Over a few weeks this loose bunch of emailers' behavior gelled into a predictable choreography: Provocation from one of them, research and response by me.
So I became the designated piñata, which is how things remained until today, the day before Election Day. Putting it in David Letterman's terms, these are the
Top 10 Things I Learned Being a Piñata

  1. We live in political echo chambers. Had I not joined this group, the rest of them would have endlessly circulated their (often inaccurate or completely fabricated) emails, expressing outrage at how horrible the [President][Minority Leader][Democrats in general] are. The idea of fact-checking would have never entered into the conversation.
  2. Fox News has wormed its way into viewers' brains. I noticed their arguments were often very similar to one another, to the point of sharing exact phrases. I'm not a frequent Fox News viewer but on occasions when I've watched I was struck by hearing the very same phrases. Fox News has become a very effective meme propagator.

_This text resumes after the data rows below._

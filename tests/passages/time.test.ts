import fc from 'fast-check'
import { expect, test } from 'vitest'
import { epochOf, lacksZone, timeText } from '../../src/passages/time.ts'

const ZONED = { isZoneless: false, isDayFirst: false }
const US = { isZoneless: true, isDayFirst: false }
const DANISH = { isZoneless: true, isDayFirst: true }

// literals of `date -u -d … +%s`
test.each([
  ['2022-01-03T00:00:03Z', 1641168003],
  ['2022-01-03t00:00:03z', 1641168003],
  ['2024-07-12 00:00:03Z', 1720742403],
  ['2024-07-12T02:00:03+02:00', 1720742403],
  ['2024-07-11T18:30:03-05:30', 1720742403],
  ['2024-07-12 00:00:03+00', 1720742403],
  ['2024-07-12 05:45:03+0545', 1720742403],
  ['2024-02-29T12:34:56Z', 1709210096],
  ['2000-03-01T00:00:00-00:00', 951868800],
  ['1999-12-31T23:59:59Z', 946684799],
  ['1970-01-01T00:00:00Z', 0],
  ['2022-01-03T00:00:03.5Z', 1641168003.5],
  ['2022-01-03T00:00:03.123+01:00', 1641164403.123],
  ['2022-01-03T00:00:03.123456789Z', 1641168003.123456],
  ['0000-01-01T00:00:00Z', -62167219200],
  ['9999-12-31T23:59:59Z', 253402300799],
])('%s is %d s', (text, time) => {
  expect(epochOf(text, ZONED)).toBe(time)
  expect(epochOf(text, DANISH)).toBe(time)
})

test.each([
  ['2022-01-03T00:00:03', US, 1641168003],
  ['2024-07-12 00:00:03', US, 1720742403],
  ['2022-01-03T00:00:03.25', US, 1641168003.25],
  ['01/06/2018 00:00:00', DANISH, 1527811200],
  ['29/02/2024 12:34:56', DANISH, 1709210096],
  ['29/02/2024 12:34:56.5', DANISH, 1709210096.5],
  ['2024-07-12 00:00:03', DANISH, 1720742403],
])('%s of a publication is UTC', (text, form, time) => {
  expect(epochOf(text, form)).toBe(time)
})

test('a time without a zone is none outside the publications, and is told from other mistakes', () => {
  for (const text of ['2022-01-03T00:00:03', '2024-07-12 00:00:03', '2022-01-03T00:00:03.25']) {
    expect(epochOf(text, ZONED), text).toBeNaN()
    expect(lacksZone(text), text).toBe(true)
  }
  for (const text of ['01/06/2018 00:00:00', '2022-02-30T00:00:00', '2022-01-03', 'x']) {
    expect(lacksZone(text), text).toBe(false)
  }
})

test('days come first only where the publication has them so', () => {
  expect(epochOf('01/06/2018 00:00:00', US)).toBeNaN()
})

test.each([
  '31/02/2018 00:00:00',
  '29/02/2023 00:00:00',
  '29/02/1900 00:00:00',
  '00/01/2018 00:00:00',
  '01/13/2018 00:00:00',
  '01/00/2018 00:00:00',
  '2022-02-30T00:00:00Z',
  '2022-04-31T00:00:00Z',
  '2022-01-03T24:00:00Z',
  '2022-01-03T00:60:00Z',
  '2016-12-31T23:59:60Z',
  '2022-01-03T00:00:03.Z',
  '2022-01-03T00:00:03,5Z',
  '2022-01-03T00:00:03+24:00',
  '2022-01-03T00:00:03+01:60',
  '2022-01-03T00:00:03+1',
  '2022-01-03T00:00:03Zx',
  '2022-01-03T00:00:0',
  '2022-01-03',
  '2022-1-3T00:00:03Z',
  '1641168003',
  '20220103T000003Z',
  '',
  '\0',
  '٢٠٢٢-01-03T00:00:03Z',
  'Infinity',
])('%s is no time', (text) => {
  expect(epochOf(text, DANISH)).toBeNaN()
})

test('a long text is refused at once', () => {
  expect(epochOf(`2022-01-03T00:00:03.${'1'.repeat(65_000)}x`, DANISH)).toBeNaN()
})

test('every second of these years is read as the calendar of the platform has it', () => {
  const seconds = fc.integer({ min: -62167219200, max: 253402300799 })
  fc.assert(
    fc.property(seconds, (second) => {
      const text = new Date(second * 1000).toISOString()
      expect(epochOf(text, ZONED)).toBe(second)
      expect(epochOf(text.slice(0, 19), US)).toBe(second)
    }),
  )
})

test.each([
  [1641168003, '2022-01-03T00:00:03Z'],
  [1641168003.5, '2022-01-03T00:00:03.5Z'],
  [1641168003.12, '2022-01-03T00:00:03.12Z'],
  [1641168003.1234, '2022-01-03T00:00:03.123Z'],
  [1641168010.9996, '2022-01-03T00:00:11Z'],
  [1641168010, '2022-01-03T00:00:10Z'],
  [0, '1970-01-01T00:00:00Z'],
])('%d s is written %s', (time, text) => {
  expect(timeText(time)).toBe(text)
})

  3. It's nearly impossible to change someone's mind. Over the past year I found hundreds of errors, exaggerations and flat-out confabulations I was able to show my rightie friends. This had zero impact. None. They remain resolutely and happily entrenched in their beliefs. Oh, and they blame Snopes.
  4. It's easy to fall into the "He's an idiot" trap. Armed with overwhelming evidence supporting the correctness of my arguments, it has been difficult to see why I didn't pull off at least one conversion. But I didn't. So my conclusion was, over and over again, sterling educational pedigrees aside, they're too dumb to get it. What else could it be?
  5. One issue overwhelms all other issues. Each of the guys on the email list had their own hot button: Israel. Muslims. Immigration, The debt. Whatever that issue was, it overshadowed everything else. And it also managed to color everything else to the point where no productive conversation could take place.
  6. How school buddies have diverged politically over time. I have no memory of what my friends' politics were when we were together in school. My best guess is that in the majority of cases politics at that time really didn't matter--other than avoiding getting drafted into overseas peril. Today, decades later, how far apart we are.
  7. No harm being the minority. Being continually on the defensive sharpened my thinking, improved my arguments and I learned things I probably wouldn't have otherwise.
  8. Agreement overlooks many faults. People with whom I have seldom agreed (i.e., Glenn Beck, George W. Bush) suddenly became attractive when I found out we had a common enemy. 
  9. Accuracy vanishes when forwarding a friendly point of view.The number of jaw-droppingly astounding claims I've received from my email buddies is amazing. They are just so delighted to hear Barack Obama has a Muslim love child, or Nancy Pelosi is a multiple ax murderer, or Bill Clinton's foundation funds ISIS, that they will pass it along without so much as the smallest effort to check its accuracy. 
  10. This was fun. In an election season almost completely fun-deprived, being a piñata added a lot of enjoyment. I recommend it.